Freshman year, I had a boyfriend from home, so I had a lot of “guy friends.” I met one of these guy friends in my university seminar, the very first class of fall semester year. He was tall, green eyed, undeniably handsome, and he sat next to me, repeatedly?!

On the second week, I was walking out of class with another girl. She asked if I wanted to get lunch, and then she turned and asked (let’s call him Tucker?) Tucker too.

He wanted to go! We went to lunch, and then we went to lunch again after next class. And then at the end of the second lunch he suggested we all exchange numbers. We had really good talks at lunch. It turned out he was a pretty sensitive guy, not my favorite trait when it comes to boys. He would whine about our teachers critique of his comments in class, and all I could think was “maybe stop making such dumb comments?” But, he continued to be very good looking, and we continued to get lunch, sometimes the other girl from class couldn’t come. I still had a boyfriend – it didn’t matter, anyway, because we were “friends.”

Because we were being friends, my finding his general sensitivity to the comments of others unattractive did not matter to me. I chose to completely ignore the possibility that he might like me, because he knew I had a boyfriend and what kind of morally repugnant low-life would like someone in a committed relationship? I was a self conscious little freshman who lied to herself, assuming the best, out of some pretend guise of humility.

We were just like these people! Except not as pretty, and without the sex, and with much less witty banter…

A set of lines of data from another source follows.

package client

import (
	"context"
	"errors"
	"fmt"

	"google.golang.org/grpc/codes"
	"google.golang.org/grpc/status"
)

// The errors the daemon returns, one per gRPC status code it uses. Every
// error a Client method returns for a failed call wraps one of these, so
// callers test with errors.Is(err, client.ErrNotFound) and read the
// daemon's message (which says what to fix) from err.Error().
var (
	// ErrInvalidArgument: a request field is wrong; the message names it.
	ErrInvalidArgument = errors.New("invalid argument")
	// ErrNotFound: an unknown cell or cue.
	ErrNotFound = errors.New("not found")
	// ErrFailedPrecondition: the session's state does not allow the call;
	// the message names the state.
	ErrFailedPrecondition = errors.New("failed precondition")
	// ErrAlreadyExists: a second controller stream on a cell that has one.
	ErrAlreadyExists = errors.New("already exists")
	// ErrUnavailable: the daemon cannot be reached or is shutting down.
	ErrUnavailable = errors.New("daemon unavailable")
	// ErrDeadlineExceeded: the call's deadline passed.
	ErrDeadlineExceeded = errors.New("deadline exceeded")
	// ErrCanceled: the call was canceled.
	ErrCanceled = errors.New("canceled")
	// ErrResourceExhausted: the daemon refused for lack of resources (for
	// example a controller that reads its commands too slowly).
	ErrResourceExhausted = errors.New("resource exhausted")
	// ErrPermissionDenied and ErrUnauthenticated: TLS client certificate
	// problems.
	ErrPermissionDenied = errors.New("permission denied")
	ErrUnauthenticated  = errors.New("unauthenticated")
	// ErrInternal: a daemon bug or an unexpected failure; anything else the
	// daemon returns maps here too.
	ErrInternal = errors.New("daemon internal error")
)

var codeErrors = map[codes.Code]error{
	codes.InvalidArgument:    ErrInvalidArgument,
	codes.OutOfRange:         ErrInvalidArgument,
	codes.NotFound:           ErrNotFound,
	codes.FailedPrecondition: ErrFailedPrecondition,
	codes.AlreadyExists:      ErrAlreadyExists,
	codes.Unavailable:        ErrUnavailable,
	codes.DeadlineExceeded:   ErrDeadlineExceeded,
	codes.Canceled:           ErrCanceled,
	codes.ResourceExhausted:  ErrResourceExhausted,
	codes.PermissionDenied:   ErrPermissionDenied,
	codes.Unauthenticated:    ErrUnauthenticated,
}

// StatusError is a failed call: the gRPC code and the daemon's message.
// It unwraps to the matching Err* value.
type StatusError struct {
	Op      string // the call, e.g. "ArmCue"
	Code    codes.Code
	Message string
	kind    error
}

func (e *StatusError) Error() string {
	return fmt.Sprintf("%s: %s: %s", e.Op, e.kind, e.Message)
}

// Unwrap returns the Err* value of the code.
func (e *StatusError) Unwrap() error { return e.kind }

// GRPCStatus lets status.FromError see the original status.
func (e *StatusError) GRPCStatus() *status.Status { return status.New(e.Code, e.Message) }

// fromRPC turns an error from a gRPC call into a *StatusError (nil and
// io.EOF pass through unchanged). Context errors map to ErrCanceled and
// ErrDeadlineExceeded and keep context.Canceled or
// context.DeadlineExceeded reachable by errors.Is.
func fromRPC(op string, err error) error {
	if err == nil {
		return nil
	}
	var se *StatusError
	if errors.As(err, &se) {
		return err
	}
	switch {
	case errors.Is(err, context.Canceled):
		return &StatusError{Op: op, Code: codes.Canceled, Message: err.Error(), kind: contextKind{ErrCanceled, context.Canceled}}
	case errors.Is(err, context.DeadlineExceeded):
		return &StatusError{Op: op, Code: codes.DeadlineExceeded, Message: err.Error(), kind: contextKind{ErrDeadlineExceeded, context.DeadlineExceeded}}
	}
	st, ok := status.FromError(err)
	if !ok {
		return fmt.Errorf("%s: %w", op, err)
	}
	kind, known := codeErrors[st.Code()]
	if !known {
		kind = ErrInternal
	}
	switch st.Code() {
	case codes.Canceled:
		kind = contextKind{ErrCanceled, context.Canceled}
	case codes.DeadlineExceeded:
		kind = contextKind{ErrDeadlineExceeded, context.DeadlineExceeded}
	}
	return &StatusError{Op: op, Code: st.Code(), Message: st.Message(), kind: kind}
}

// contextKind is an error that is both a client error value and the
// matching context error.
type contextKind struct{ client, ctx error }

func (k contextKind) Error() string   { return k.client.Error() }
func (k contextKind) Unwrap() []error { return []error{k.client, k.ctx} }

Fast forward to the night of Relay for Life, I was in the stadium with my friends. I’d seen him at the Huddle that afternoon, and he asked me what I was doing later. “I’m going to Relay for Life,” I said. He disagreed, “You should come to my dorm party!” Hey, it was freshman year. So midnight rolls around, and I receive multiple texts repeatedly demanding I come to his dorm party. Cancer victims. relay for life. support. Obviously I cannot come you dummy.

Now, I look back at that Relay for Life evening and realize he must’ve been drunk, and it was honestly a gift to him that I did not go to his clearout. But the me of second semester freshman year just felt like a very bad friend. Guilt – I genuinely felt guilty.

During DARTing, Tucker inboxed me on Facebook, and asked what Spanish class I was taking. He tried to convince me to take the same class as him. It wasn’t my first choice. But when I went to DART and didn’t get the class I wanted, I ended up in the same class as him. Somehow we actually had back to back 75 minutes classes.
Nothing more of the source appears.